Miró el reloj de la pared. Ya eran las ocho y cuarto. El helado tenía que estar en el congelador a las nueve y si el muchacho que había tras el mostrador no espabilaba, iba a tener que marcharse sin su cucurucho. Sólo esperaba que, justo esa noche, su hermana no volviera a casa temprano y decidiera tomarse un helado. Lo más probable era que no, pero con la suerte que estaba teniendo últimamente, no podía estar segura. Cuando vio que el chico comenzaba a tocar la campanilla del mostrador, pensó que tenía que dar media vuelta y marcharse de inmediato. Estaba llamando a alguien de la trastienda para que saliera a ayudarlo, porque la mujer que Brenda tenía delante acababa de encargar helados para todo el equipo de fútbol femenino de sexto, que acababa de ganar un partido y esperaba en una furgoneta aparcada en la calle. Cómo no. Precisamente cuando más prisa tenía. Y, encima, cuando por fin le tocó a ella, la máquina se había averiado y tuvo que esperar otros diez minutos.

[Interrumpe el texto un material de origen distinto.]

"""IMO 2008 IS Code (resolution MSC.267(85)), Part A, 2.3: severe wind and rolling criterion
(weather criterion).

Units: lengths m, areas m², mass t, pressure N/m², angles deg (radians inside the area
integrals), areas under the curve m·rad, period s. The formulas and factor tables are those of
2.3.2 to 2.3.4 as written in SPEC.md ("Criteria"); each is written once below with its
paragraph.
"""

from __future__ import annotations

from dataclasses import dataclass

import numpy as np
from shapely.geometry import Polygon

from reportgen.criteria import Check, State
from reportgen.errors import InputError
from reportgen.floating import waterline_height
from reportgen.stability import GZCurve, area_mrad, crossings, require_heel_range

SET = "is2008.weather"
REF_2_3_1_2 = "IS Code 2008, Part A, 2.3.1.2"
REF_2_3_1_4 = "IS Code 2008, Part A, 2.3.1.4"

WIND_PRESSURE_N_M2 = 504.0  # P, 2.3.2.2
GRAVITY_M_S2 = 9.81  # g, 2.3.2.2
LW2_FACTOR = 1.5  # lw2 = 1.5·lw1, 2.3.2.3
THETA0_LIMIT_DEG = 16.0  # 2.3.1.2
DECK_EDGE_FRACTION = 0.8  # 2.3.1.2
THETA2_LIMIT_DEG = 50.0  # 2.3.2 (figure: θ2 = min(θf, 50°, θc))

# 2.3.4, tables 2.3.4-1 to 2.3.4-4: (argument, factor); linear between entries, constant
# beyond the ends (SPEC.md).
X1_TABLE = ((2.4, 1.00), (2.5, 0.98), (2.6, 0.96), (2.7, 0.95), (2.8, 0.93), (2.9, 0.91),
            (3.0, 0.90), (3.1, 0.88), (3.2, 0.86), (3.4, 0.82), (3.5, 0.80))  # by B/d
X2_TABLE = ((0.45, 0.75), (0.50, 0.82), (0.55, 0.89), (0.60, 0.95), (0.65, 0.97),
            (0.70, 1.00))  # by CB
K_TABLE = ((0.0, 1.00), (1.0, 0.98), (1.5, 0.95), (2.0, 0.88), (2.5, 0.79), (3.0, 0.74),
           (3.5, 0.72), (4.0, 0.70))  # by Ak·100/(L·B)
S_TABLE = ((6.0, 0.100), (7.0, 0.098), (8.0, 0.093), (12.0, 0.065), (14.0, 0.053),
           (16.0, 0.044), (18.0, 0.038), (20.0, 0.035))  # by T, s
K_SHARP_BILGE = 0.7  # 2.3.4: ship having sharp bilge
K_NO_KEELS = 1.0  # 2.3.4: round-bilged ship having no bilge or bar keels

# Range of the tables (SPEC.md; IS Code 2008 Part A 2.3 and MSC.1/Circ.1200).
B_OVER_D_LIMIT = 3.5
KG_D_RANGE = (-0.3, 0.5)
ROLL_PERIOD_LIMIT_S = 20.0


def _table(table: tuple[tuple[float, float], ...], x: float) -> float:
    arg, val = zip(*table, strict=True)
    return float(np.interp(x, arg, val))


def factor_x1(b_over_d: float) -> float:
    """X1 by B/d, IS Code 2008 2.3.4 table 2.3.4-1."""
    return _table(X1_TABLE, b_over_d)


def factor_x2(cb: float) -> float:
    """X2 by the block coefficient CB, IS Code 2008 2.3.4 table 2.3.4-2."""
    return _table(X2_TABLE, cb)


def factor_k(bilge: str, bilge_keel_area_m2: float, lwl_m: float, breadth_m: float) -> float:
    """k, IS Code 2008 2.3.4: 1.0 round bilge without bilge or bar keels, 0.7 sharp bilge,
    otherwise table 2.3.4-3 by Ak·100/(L·B), L the waterline length (m)."""
    if bilge == "sharp":
        return K_SHARP_BILGE
    if bilge_keel_area_m2 <= 0.0:
        return K_NO_KEELS
    return _table(K_TABLE, bilge_keel_area_m2 * 100.0 / (lwl_m * breadth_m))


def factor_s(roll_period_s: float) -> float:
    """s by the rolling period T (s), IS Code 2008 2.3.4 table 2.3.4-4."""
    return _table(S_TABLE, roll_period_s)


def factor_r(og_m: float, draft_m: float) -> float:
    """r = 0.73 + 0.6·OG/d, IS Code 2008 2.3.4."""
    return 0.73 + 0.6 * og_m / draft_m


def coefficient_c(breadth_m: float, draft_m: float, lwl_m: float) -> float:
    """C = 0.373 + 0.023·(B/d) − 0.043·(Lwl/100), IS Code 2008 2.3.4."""
    return 0.373 + 0.023 * (breadth_m / draft_m) - 0.043 * (lwl_m / 100.0)


def roll_period_s(c: float, breadth_m: float, gm_m: float) -> float:
    """T = 2·C·B/√GM (s), IS Code 2008 2.3.4; GM corrected for free surface."""
    return 2.0 * c * breadth_m / np.sqrt(gm_m)


def roll_angle_deg(k: float, x1: float, x2: float, r: float, s: float) -> float:
    """θ1 = 109·k·X1·X2·√(r·s) (deg), IS Code 2008 2.3.4."""
    return 109.0 * k * x1 * x2 * float(np.sqrt(r * s))


def wind_lever_m(pressure_n_m2: float, area_m2: float, lever_m: float,
                 displacement_t: float) -> float:
    """lw1 = P·A·Z/(1000·g·Δ) (m), IS Code 2008 2.3.2.2."""
    return pressure_n_m2 * area_m2 * lever_m / (1000.0 * GRAVITY_M_S2 * displacement_t)


@dataclass(frozen=True)
class Windage:
    """Lateral areas about the waterline: above (m², centroid z m) and below (None if empty)."""

    area_above_m2: float
    z_above_m: float
    area_below_m2: float
    z_below_m: float | None


def split_profile(profile: Polygon, draft_mid_m: float, trim: float, lpp_m: float) -> Windage:
    """Clip the lateral profile (x, z) at the trimmed waterline z = T_mid + t·(Lpp/2 − x)/Lpp
    (shapely intersection with the half-planes above and below the line)."""
    x0, z0, x1, z1 = profile.bounds
    xa, xb = x0 - 1.0, x1 + 1.0
    za, zb = (float(waterline_height(x, draft_mid_m, trim, lpp_m)) for x in (xa, xb))
    top = max(z1, za, zb) + 1.0
    bottom = min(z0, za, zb) - 1.0
    above = profile.intersection(Polygon([(xa, za), (xb, zb), (xb, top), (xa, top)]))
    below = profile.intersection(Polygon([(xa, bottom), (xb, bottom), (xb, zb), (xa, za)]))
    z_above = above.centroid.y if above.area > 0 else 0.0
    z_below = below.centroid.y if below.area > 0 else None
    return Windage(float(above.area), float(z_above), float(below.area),
                   None if z_below is None else float(z_below))


@dataclass(frozen=True)
class WeatherValues:
    """Every intermediate quantity of 2.3 (SPEC.md results "weather" plus the contract's
    extension keys). Angles deg; None where the quantity does not exist."""

    wind_pressure: float
    wind_area: float
    wind_z: float
    lever: float
    z_method: str
    lw1: float
    lw2: float
    theta0: float | None
    theta1: float | None
    theta1_formula: float | None
    roll_angle_source: str | None
    theta2: float | None
    thetac: float | None
    theta_lw2: float | None
    theta_start: float | None
    area_a: float | None
    area_b: float | None
    roll_period: float | None
    c: float
    s: float | None
    r: float
    og: float
    x1: float
    x2: float
    k: float
    b_over_d: float
    cb: float
    kg_over_d_minus_1: float

    def as_dict(self) -> dict:
        order = ["wind_pressure", "wind_area", "wind_z", "lw1", "lw2", "theta0", "theta1",
                 "theta2", "thetac", "area_a", "area_b", "roll_period", "c", "s", "r", "og",
                 "x1", "x2", "k", "lever", "z_method", "theta1_formula", "roll_angle_source",
                 "b_over_d", "cb", "kg_over_d_minus_1", "theta_lw2", "theta_start"]
        return {k: getattr(self, k) for k in order}


def weather_values(curve: GZCurve, *, profile: Polygon, item_wind: list[tuple[float, float]],
                   draft_mid_m: float, trim: float, lpp_m: float, breadth_m: float,
                   lwl_m: float, cb: float, displacement_t: float, kg_fluid_m: float,
                   gm_fluid_m: float, bilge: str, bilge_keel_area_m2: float,
                   flooding_deg: float, z_method: str, roll_angle: float | None,
                   roll_angle_source: str | None) -> tuple[WeatherValues, list[str]]:
    """The weather-criterion quantities and their warnings.

    curve: GZ towards the side of the list (deg -> m). item_wind: (area m², centroid z m) of
    items carrying windage. d is the mean moulded draught (at midships).
    """
    warnings: list[str] = []
    d = draft_mid_m
    # A and its centroid: the profile above the waterline plus the items' windage (2.3.2.2).
    wind = split_profile(profile, d, trim, lpp_m)
    areas = [wind.area_above_m2] + [a for a, _ in item_wind]
    moments = [wind.area_above_m2 * wind.z_above_m] + [a * z for a, z in item_wind]
    area = float(sum(areas))
    if area <= 0.0:
        raise InputError("windage.profile: no lateral area above the waterline")
    wind_z = float(sum(moments)) / area
    # Z: to half the mean draught, or to the centre of the underwater lateral area (2.3.2.2).
    if z_method == "underwater_centre":
        if wind.z_below_m is None:
            raise InputError("windage.profile: calculation.wind_lever is underwater_centre but "
                             "the profile has no area below the waterline")
        lever = wind_z - wind.z_below_m
    else:
        lever = wind_z - 0.5 * d
    lw1 = wind_lever_m(WIND_PRESSURE_N_M2, area, lever, displacement_t)
    lw2 = LW2_FACTOR * lw1

    # θ1 (2.3.4).
    b_over_d = breadth_m / d
    og = kg_fluid_m - d
    r = factor_r(og, d)
    c = coefficient_c(breadth_m, d, lwl_m)
    x1, x2 = factor_x1(b_over_d), factor_x2(cb)
    k = factor_k(bilge, bilge_keel_area_m2, lwl_m, breadth_m)
    if gm_fluid_m > 0.0:
        period = float(roll_period_s(c, breadth_m, gm_fluid_m))
        s = factor_s(period)
        theta1_formula = roll_angle_deg(k, x1, x2, r, s) if r * s >= 0 else None
    else:
        period, s, theta1_formula = None, None, None
    theta1 = roll_angle if roll_angle is not None else theta1_formula

    kg_d = kg_fluid_m / d - 1.0
    outside = []
    if b_over_d >= B_OVER_D_LIMIT:
        outside.append(f"B/d = {b_over_d:.2f} is not below {B_OVER_D_LIMIT:g}")
    if not KG_D_RANGE[0] <= kg_d <= KG_D_RANGE[1]:
        outside.append(f"KG/d − 1 = {kg_d:.3f} is outside {KG_D_RANGE[0]:g} to "
                       f"{KG_D_RANGE[1]:g}")
    if period is not None and period >= ROLL_PERIOD_LIMIT_S:
        outside.append(f"the roll period T = {period:.1f} s is not below "
                       f"{ROLL_PERIOD_LIMIT_S:g} s")
    if outside:
        tail = (f"θ1 is taken from the roll angle given ({roll_angle_source})."
                if roll_angle is not None else
                "Consider θ1 from model tests (MSC.1/Circ.1200), given as weather.roll_angle.")
        warnings.append("Weather criterion: " + "; ".join(outside) + ", outside the range the "
                        "roll-angle tables of IS Code 2008 Part A 2.3 were derived for. " + tail)

    # Intercepts with the wind levers (2.3.2, figure 2.3.1).
    top = curve.heel_max_deg
    up1 = crossings(curve, lw1, 0.0, top, "up")
    theta0 = up1[0] if up1 else None
    up2 = crossings(curve, lw2, 0.0, top, "up")
    theta_lw2 = up2[0] if up2 else None
    thetac = None
    if theta_lw2 is not None:
        down2 = crossings(curve, lw2, theta_lw2, top, "down")
        thetac = down2[0] if down2 else None
    theta2 = min(flooding_deg, THETA2_LIMIT_DEG, *( [thetac] if thetac is not None else []))

    theta_start = area_a = area_b = None
    if theta0 is not None and theta1 is not None:
        theta_start = theta0 - theta1
        if theta_lw2 is not None:
            require_heel_range(curve, theta_start, "angle of roll to windward θ0 − θ1")
            area_a = -area_mrad(curve, theta_start, theta_lw2, level_m=lw2)
            area_b = area_mrad(curve, theta_lw2, theta2, level_m=lw2) if theta2 > theta_lw2 \
                else 0.0
    if theta0 is None:
        warnings.append("Weather criterion: the GZ curve does not reach the wind heeling lever "
                        "lw1; there is no steady heel angle θ0.")

    values = WeatherValues(
        wind_pressure=WIND_PRESSURE_N_M2, wind_area=area, wind_z=wind_z, lever=lever,
        z_method=z_method, lw1=lw1, lw2=lw2, theta0=theta0, theta1=theta1,
        theta1_formula=theta1_formula, roll_angle_source=roll_angle_source, theta2=theta2,
        thetac=thetac, theta_lw2=theta_lw2, theta_start=theta_start, area_a=area_a,
        area_b=area_b, roll_period=period, c=c, s=s, r=r, og=og, x1=x1, x2=x2, k=k,
        b_over_d=b_over_d, cb=cb, kg_over_d_minus_1=kg_d)
    return values, warnings


def weather_heel(s: State) -> Check:
    """2.3.1.2: the steady heel θ0 under the steady wind ≤ 16° and ≤ 80 % of the angle of
    deck edge immersion."""
    required = min(THETA0_LIMIT_DEG, DECK_EDGE_FRACTION * s.deck_edge_deg)
    attained = s.weather.theta0
    passed = attained is not None and attained <= required
    return Check("weather_heel", "Steady heel under wind", REF_2_3_1_2, required, attained,
                 "deg", passed, SET, limit="at_most")


def weather_area(s: State) -> Check:
    """2.3.1.4: area b ≥ area a (required = a, attained = b)."""
    a, b = s.weather.area_a, s.weather.area_b
    passed = a is not None and b is not None and b >= a
    return Check("weather_area", "Wind and rolling, area b against area a", REF_2_3_1_4, a, b,
                 "m·rad", passed, SET)


def checks(s: State) -> list[Check]:
    return [weather_heel(s), weather_area(s)]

Cuando más tarde entró en el garaje, vio que el coche de Robbie ya estaba allí. A Dios gracias, había previsto la eventualidad y llevaba la bolsa con la leche, los cereales y los plátanos, para poder justificar su visita a la tienda. Se guardó el helado en el bolso. Lo metería en el congelador más tarde, cuando su hermana se hubiera ido a la cama. Cuando entró en la cocina con la bolsa, Robbie, que aún llevaba la bata del hospital, puso cara de sorpresa.
—¿Dónde estabas?
—Oh, nos hacían falta algunas cosas, así que he hecho una escapada y las he comprado. Plátanos, leche y Cheerios —añadió mientras volvía a dejarlo todo de donde lo había cogido aquella misma tarde.
Robbie pareció desconcertada al oírlo.
—Qué curioso, juraría haber visto un racimo de plátanos esta mañana. ¿Ya no quedan?
Brenda no quería que la pillara en una mentira y recordó una cosa que Hazel dijo una vez: «Si no quieres responder a una pregunta, cambia de tema con entusiasmo». Así que lo que hizo fue volverse hacia su hermana y decirle muy animada:
—¿Sabes qué? ¡Los derviches giróvagos vienen a Birmingham!
—¿Los qué? —preguntó Robbie.
Brenda cogió el periódico y le mostró el artículo, lo que hizo que, para su gran alivio, su hermana se olvidara de los plátanos. Que Dios bendijera a Hazel. Cinco años hacía ya que se había ido y aún era capaz de salvarla.